■ **WHAT IS NEEDED**
Reproduce, from the lines below, exactly the stretch that begins at the line containing "hh.setSectionResizeMode(2, QHeaderView.Fixed)" and ends at the line containing "spin.setRange(1, 10_000)", both included.

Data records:
def number(draw, model: type, name: str, typical: tuple[float, float], wild: int) -> float:
    """One value of ``model.<name>``: typical for a process line, or (``wild`` % of the time) an
    extreme the model allows."""
    b = field_bounds(model, name)
    if wild and draw(_PERCENT) < wild:
        return draw(_extreme(b))
    return draw(_typical(b, *typical))


_PERCENT = st.integers(0, 99)


def _optional(draw, chance_pct: int) -> bool:
    return draw(_PERCENT) < chance_pct


# --------------------------------------------------------------------------- names

_SAFE_TEXT = st.text(
    alphabet=st.characters(blacklist_categories=("Cs",)),  # lone surrogates: the model's call (issue 9)
    max_size=40,
)


def _name(draw, default: str, wild: int) -> str:
    if wild and _optional(draw, wild):
        return draw(_SAFE_TEXT)
    return default


# --------------------------------------------------------------------------- fluids

#: Typical feeds per pure fluid: (inlet temperature [K], inlet pressure [Pa]) ranges of single-phase
#: process duties (liquid below its boiling point at that pressure, or gas/vapour well above it;
#: saturation points from CoolProp, checked when these were chosen).
PURE_FEEDS: dict[str, list[tuple[tuple[float, float], tuple[float, float]]]] = {
    "Water": [((280.0, 370.0), (1.2e5, 1.0e6)), ((420.0, 600.0), (1.0e5, 3.0e5))],
    "Air": [((220.0, 500.0), (1.0e5, 3.0e6))],
    "Nitrogen": [((200.0, 500.0), (1.0e5, 3.0e6))],
    "Oxygen": [((200.0, 450.0), (1.0e5, 2.0e6))],
    "CarbonDioxide": [((290.0, 450.0), (1.0e5, 2.0e6))],
    "Methane": [((220.0, 450.0), (1.0e5, 3.0e6))],
    "Ammonia": [((230.0, 290.0), (1.0e6, 2.0e6)), ((300.0, 400.0), (1.0e5, 4.0e5))],
}


@lru_cache(maxsize=None)
def _solution_range(code: str, x: float) -> tuple[float, float]:
    """The temperature range of a solution's data (CoolProp INCOMP, through the solver's model)."""
    from solver.errors import CalorunError
    from solver.properties import fluid_model

    try:
        m = fluid_model(SolutionFluid(solute=code, concentration=x))
    except CalorunError:
        return (273.15, 353.15)
    return (m.T_min_K, m.T_max_K)


@st.composite
def _table_fluid(draw, wild: int):
    n = draw(st.integers(2, 6))
    t0 = number(draw, TableRow, "temperature_K", (220.0, 330.0), wild)
    temps = [t0]
    hi_t = field_bounds(TableRow, "temperature_K").largest()
    for _ in range(n - 1):
        step = number(draw, TableRow, "temperature_K", (5.0, 80.0), wild // 3)
        nxt = temps[-1] + step
        if nxt <= temps[-1] or nxt > hi_t:
            break
        temps.append(nxt)
    assume(len(temps) >= 2)
    rows = []
    for i, t in enumerate(temps):
        rows.append({
            "temperature_K": t,
            "density_kg_per_m3": number(draw, TableRow, "density_kg_per_m3", (700.0, 1200.0), wild),
            "specific_heat_J_per_kgK": number(draw, TableRow, "specific_heat_J_per_kgK", (1500.0, 4200.0), wild),
            # viscosity falls with temperature in a real oil; a table is not required to
            "viscosity_Pa_s": number(draw, TableRow, "viscosity_Pa_s",
                                     (1e-3 * 10 ** (2 - i), 5e-3 * 10 ** (2 - i)), wild),
            "conductivity_W_per_mK": number(draw, TableRow, "conductivity_W_per_mK", (0.1, 0.6), wild),
        })
    fluid = {"kind": "table", "name": _name(draw, "Test product", wild), "rows": rows}
    if _optional(draw, 30):
        fluid["freezing_point_K"] = number(draw, TableFluid, "freezing_point_K", (temps[0] - 20, temps[0]), wild)
    if _optional(draw, 30):
        fluid["boiling_point_K"] = number(draw, TableFluid, "boiling_point_K", (temps[-1], temps[-1] + 50), wild)
    return fluid, (temps[0], temps[-1]), (1.2e5, 1.0e6)
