"""The Segment Card's two tables: insulation layers (innermost first) and fittings.

Each is a group box that shows the selected segment's list and turns a row edit, an added or
a removed row into one command through the card's edit path (:mod:`app.panels.editing`);
a refusal is shown under the table.
"""

from __future__ import annotations

from PySide6.QtWidgets import (
    QAbstractItemView,
    QComboBox,
    QGroupBox,
    QHBoxLayout,
    QHeaderView,
    QPushButton,
    QSpinBox,
    QTableWidget,
    QVBoxLayout,
)

from app import units
from app.panels.editing import EditorPanel, error_hint, hint, set_combo_data
from app.widgets.elided import ElidedComboBox
from solver import catalogue
from solver.fittings import fitting_labels

ROW_HEIGHT = 28  # px
MAX_TABLE_HEIGHT = 150  # px: longer lists scroll inside the table
NUMBER_COLUMN = 80  # px: least width of a column of numbers
HEADER_PADDING = 16  # px: a header section's margins around its text


#: what a blank conductivity means (the table shows it in the empty box and in the tooltip)
FROM_MATERIAL = "k(T)"


def setup_table(table: QTableWidget, headers: list[str]) -> None:
    table.setHorizontalHeaderLabels(headers)
    table.verticalHeader().setVisible(False)
    table.setSelectionBehavior(QAbstractItemView.SelectRows)
    table.setSelectionMode(QAbstractItemView.SingleSelection)
    table.setEditTriggers(QAbstractItemView.NoEditTriggers)
    table.horizontalHeader().setSectionResizeMode(QHeaderView.Stretch)
    table.verticalHeader().setDefaultSectionSize(ROW_HEIGHT)
    table.setMinimumHeight(60)
    table.setMaximumHeight(MAX_TABLE_HEIGHT)


def buttons_row(add: QPushButton, remove: QPushButton) -> QHBoxLayout:
    row = QHBoxLayout()
    row.addWidget(add)
    row.addWidget(remove)
    row.addStretch(1)
    return row


class InsulationLayersBox(QGroupBox):
    """Insulation layers of the selected segment: material, thickness, conductivity per row.

    A blank conductivity is the catalogue material's conductivity at the layer's mean temperature
    (its k(T), from the material's published specification); a number is a constant k.
    """

    def __init__(self, editor: EditorPanel):
        super().__init__("Insulation layers (innermost first)")
        self.editor = editor
        self._shown_rows = -1
        v = QVBoxLayout(self)
        v.setContentsMargins(8, 6, 8, 8)
        self.table = QTableWidget(0, 3)
        setup_table(self.table, ["Material", "Thickness", "Conductivity"])
        hh = self.table.horizontalHeader()
        hh.setSectionResizeMode(0, QHeaderView.Stretch)
        for c in (1, 2):
            hh.setSectionResizeMode(c, QHeaderView.Fixed)
        v.addWidget(self.table)
        self.add_btn = QPushButton("Add layer")
        self.remove_btn = QPushButton("Remove layer")
        self.add_btn.clicked.connect(self.add_layer)
        self.remove_btn.clicked.connect(self.remove_layer)
        row = buttons_row(self.add_btn, self.remove_btn)
        self.total = hint("")
        self.total.setWordWrap(False)
        row.addWidget(self.total)
        v.addLayout(row)
        self.error = error_hint()
        v.addWidget(self.error)
        self.set_headers()

    def set_headers(self) -> None:
        """Column headings carry the display units (the boxes in the rows do not)."""
        system = self.editor.doc.unit_system
        heads = ["Material", f"Thickness [{units.label('thickness', system)}]",
                 f"k [{units.label('conductivity', system)}]"]
        self.table.setHorizontalHeaderLabels(heads)
        self.table.horizontalHeaderItem(2).setToolTip(
            "Thermal conductivity of the layer. Leave empty for the material's conductivity at the layer's "
            "mean temperature (k(T) from its published specification); a number is taken as constant.")
        fm = self.table.horizontalHeader().fontMetrics()
        for c in (1, 2):  # wide enough for the heading with its unit (measured, not guessed)
            self.table.setColumnWidth(c, max(NUMBER_COLUMN, fm.horizontalAdvance(heads[c]) + HEADER_PADDING))

    def show_segment(self, seg) -> None:
        layers = seg.insulation
        if len(layers) != self._shown_rows or self.table.rowCount() != len(layers):
            self._rebuild_rows(len(layers))
        for r, layer in enumerate(layers):
            set_combo_data(self.table.cellWidget(r, 0), layer.material, add_missing=True)
            self.table.cellWidget(r, 1).set_value(layer.thickness_m)
            self.table.cellWidget(r, 2).set_value(layer.conductivity_W_per_mK)
        total = sum(layer.thickness_m for layer in layers)
        system = self.editor.doc.unit_system
        self.total.setText(f"Total {units.format_value(total, 'thickness', system, 3)}" if layers else "Bare pipe")
        self.remove_btn.setEnabled(bool(layers))
        self.error.hide()
        fixed = seg.surroundings.kind == "fixed_wall"
        self.setEnabled(not fixed)
        if fixed:
            self.total.setText("Not used with a fixed wall")

    def _rebuild_rows(self, n: int) -> None:
        table = self.table
        table.setRowCount(n)
        for r in range(n):
            combo = ElidedComboBox()
            for key, mat in catalogue.INSULATION_MATERIALS.items():
                combo.addItem(mat.label, key)
            combo.activated.connect(lambda _i, row=r, c=combo: self._on_material(row, c.currentData()))
            table.setCellWidget(r, 0, combo)
            for col, quantity, key, word, kw in (
                    (1, "thickness", "thickness_m", "thickness", {}),
                    (2, "conductivity", "conductivity_W_per_mK", "conductivity",
                     dict(allow_empty=True, empty_text=FROM_MATERIAL))):
                e = self.editor.quantity_edit(quantity, f"Layer {r + 1} {word}", f"insulation.{r}.{key}",
                                              error_label=self.error, compact=True, **kw)
                e.unit_label.hide()  # the unit is in the column header
                table.setCellWidget(r, col, e)
        self.editor.forget_dead_edits()
        self._shown_rows = n
        self.set_headers()
        table.setFixedHeight(min(MAX_TABLE_HEIGHT, 30 + ROW_HEIGHT * max(n, 1)))

    def add_layer(self) -> None:
        seg = self.editor.doc.selected
        if seg is None:
            return
        mats = catalogue.INSULATION_MATERIALS
        key = "mineral wool" if "mineral wool" in mats else next(iter(mats))
        layers = [layer.model_dump() for layer in seg.insulation]
        layers.append({"material": key, "thickness_m": 0.05, "conductivity_W_per_mK": None})  # the material's k(T)
        self.editor.set_fields({"insulation": layers}, text=f"Add insulation layer to '{seg.name}'",
                               error_label=self.error)

    def remove_layer(self) -> None:
        seg = self.editor.doc.selected
        if seg is None or not seg.insulation:
            return
        row = self.table.currentRow()
        row = row if 0 <= row < len(seg.insulation) else len(seg.insulation) - 1
        layers = [layer.model_dump() for i, layer in enumerate(seg.insulation) if i != row]
        self.editor.set_fields({"insulation": layers}, text=f"Remove insulation layer from '{seg.name}'",
                               error_label=self.error)

    def _on_material(self, row: int, key: str) -> None:
        seg = self.editor.doc.selected
        if seg is None or self.editor.loading:
            return
        changes: dict = {f"insulation.{row}.material": key}
        material = catalogue.INSULATION_MATERIALS.get(key)
        entered_k = seg.insulation[row].conductivity_W_per_mK if row < len(seg.insulation) else None
        if material is not None and entered_k is not None:
            # a constant k entered for the old material would not fit the new one: its typical k (one undo
            # step); a blank k stays blank, so the new material's k(T) applies
            changes[f"insulation.{row}.conductivity_W_per_mK"] = material.conductivity_W_per_mK
        self.editor.set_fields(changes, text=f"Set insulation material of '{seg.name}'", error_label=self.error)


class FittingsBox(QGroupBox):
    """Fittings of the selected segment: kind, count and (for 'Custom') the loss coefficient K."""

    def __init__(self, editor: EditorPanel):
        super().__init__("Fittings")
        self.editor = editor
        self._shown_rows = -1
        v = QVBoxLayout(self)
        v.setContentsMargins(8, 6, 8, 8)
        self.table = QTableWidget(0, 3)
        setup_table(self.table, ["Kind", "Count", "K each"])
        self.table.horizontalHeaderItem(2).setToolTip("Loss coefficient per fitting; entered for 'Custom' only")
        hh = self.table.horizontalHeader()
        hh.setSectionResizeMode(0, QHeaderView.Stretch)
        hh.setSectionResizeMode(1, QHeaderView.ResizeToContents)
        hh.setSectionResizeMode(2, QHeaderView.Fixed)
        self.table.setColumnWidth(2, 64)
        v.addWidget(self.table)
        self.add_btn = QPushButton("Add fitting")
        self.remove_btn = QPushButton("Remove fitting")
        self.add_btn.clicked.connect(lambda _checked=False: self.add_fitting())
        self.remove_btn.clicked.connect(self.remove_fitting)
        v.addLayout(buttons_row(self.add_btn, self.remove_btn))
        v.addWidget(hint("K from the published method of each kind, at the local Reynolds number "
                         "and bore; 'Custom' takes K as entered."))
        self.error = error_hint()
        v.addWidget(self.error)

    def show_segment(self, seg) -> None:
        fits = seg.fittings
        if len(fits) != self._shown_rows or self.table.rowCount() != len(fits):
            self._rebuild_rows(len(fits))
        for r, fit in enumerate(fits):
            combo: QComboBox = self.table.cellWidget(r, 0)
            set_combo_data(combo, fit.kind, add_missing=True)
            spin: QSpinBox = self.table.cellWidget(r, 1)
            spin.blockSignals(True)
            spin.setValue(fit.count)
            spin.blockSignals(False)
            kedit = self.table.cellWidget(r, 2)
            kedit.set_value(fit.K)
            kedit.setEnabled(fit.kind == "custom")
        self.remove_btn.setEnabled(bool(fits))
        self.error.hide()

    def _rebuild_rows(self, n: int) -> None:
        table = self.table
        table.setRowCount(n)
        labels = fitting_labels()
        for r in range(n):
            combo = ElidedComboBox()
            for key, text in labels.items():
                combo.addItem(text, key)
            combo.setMinimumContentsLength(12)
            combo.activated.connect(lambda _i, row=r, c=combo: self._on_kind(row, c.currentData()))
            table.setCellWidget(r, 0, combo)
            spin = QSpinBox()
            spin.setRange(1, 10_000)
            spin.valueChanged.connect(lambda v, row=r: self.editor.set_fields(
                {f"fittings.{row}.count": v}, error_label=self.error))
            table.setCellWidget(r, 1, spin)
            e = self.editor.quantity_edit("dimensionless", f"Fitting {r + 1} K", f"fittings.{r}.K",
                                          error_label=self.error, compact=True, allow_empty=True, empty_text="auto")
            e.unit_label.hide()
            table.setCellWidget(r, 2, e)
        self.editor.forget_dead_edits()
        self._shown_rows = n
        table.setFixedHeight(min(MAX_TABLE_HEIGHT, table.horizontalHeader().sizeHint().height() + 4 + ROW_HEIGHT * max(n, 1)))

    def add_fitting(self, kind: str = "elbow_90_standard") -> None:
        seg = self.editor.doc.selected
        if seg is None:
            return
        labels = fitting_labels()
        if kind not in labels:
            kind = next(iter(labels))
        fits = [f.model_dump() for f in seg.fittings]
        fits.append({"kind": kind, "count": 1, "K": 0.5 if kind == "custom" else None})
        self.editor.set_fields({"fittings": fits}, text=f"Add fitting to '{seg.name}'", error_label=self.error)

    def remove_fitting(self) -> None:
        seg = self.editor.doc.selected
        if seg is None or not seg.fittings:
            return
        row = self.table.currentRow()
        row = row if 0 <= row < len(seg.fittings) else len(seg.fittings) - 1
        fits = [f.model_dump() for i, f in enumerate(seg.fittings) if i != row]
        self.editor.set_fields({"fittings": fits}, text=f"Remove fitting from '{seg.name}'", error_label=self.error)

    def _on_kind(self, row: int, kind: str) -> None:
        seg = self.editor.doc.selected
        if seg is None or self.editor.loading:
            return
        changes: dict = {f"fittings.{row}.kind": kind}
        if kind == "custom" and seg.fittings[row].K is None:
            changes[f"fittings.{row}.K"] = 0.5
        elif kind != "custom":
            changes[f"fittings.{row}.K"] = None
        self.editor.set_fields(changes, text=f"Set fitting kind in '{seg.name}'", error_label=self.error)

■ **EXERCISE SOLUTION**
        hh.setSectionResizeMode(2, QHeaderView.Fixed)
        self.table.setColumnWidth(2, 64)
        v.addWidget(self.table)
        self.add_btn = QPushButton("Add fitting")
        self.remove_btn = QPushButton("Remove fitting")
        self.add_btn.clicked.connect(lambda _checked=False: self.add_fitting())
        self.remove_btn.clicked.connect(self.remove_fitting)
        v.addLayout(buttons_row(self.add_btn, self.remove_btn))
        v.addWidget(hint("K from the published method of each kind, at the local Reynolds number "
                         "and bore; 'Custom' takes K as entered."))
        self.error = error_hint()
        v.addWidget(self.error)

    def show_segment(self, seg) -> None:
        fits = seg.fittings
        if len(fits) != self._shown_rows or self.table.rowCount() != len(fits):
            self._rebuild_rows(len(fits))
        for r, fit in enumerate(fits):
            combo: QComboBox = self.table.cellWidget(r, 0)
            set_combo_data(combo, fit.kind, add_missing=True)
            spin: QSpinBox = self.table.cellWidget(r, 1)
            spin.blockSignals(True)
            spin.setValue(fit.count)
            spin.blockSignals(False)
            kedit = self.table.cellWidget(r, 2)
            kedit.set_value(fit.K)
            kedit.setEnabled(fit.kind == "custom")
        self.remove_btn.setEnabled(bool(fits))
        self.error.hide()

    def _rebuild_rows(self, n: int) -> None:
        table = self.table
        table.setRowCount(n)
        labels = fitting_labels()
        for r in range(n):
            combo = ElidedComboBox()
            for key, text in labels.items():
                combo.addItem(text, key)
            combo.setMinimumContentsLength(12)
            combo.activated.connect(lambda _i, row=r, c=combo: self._on_kind(row, c.currentData()))
            table.setCellWidget(r, 0, combo)
            spin = QSpinBox()
            spin.setRange(1, 10_000)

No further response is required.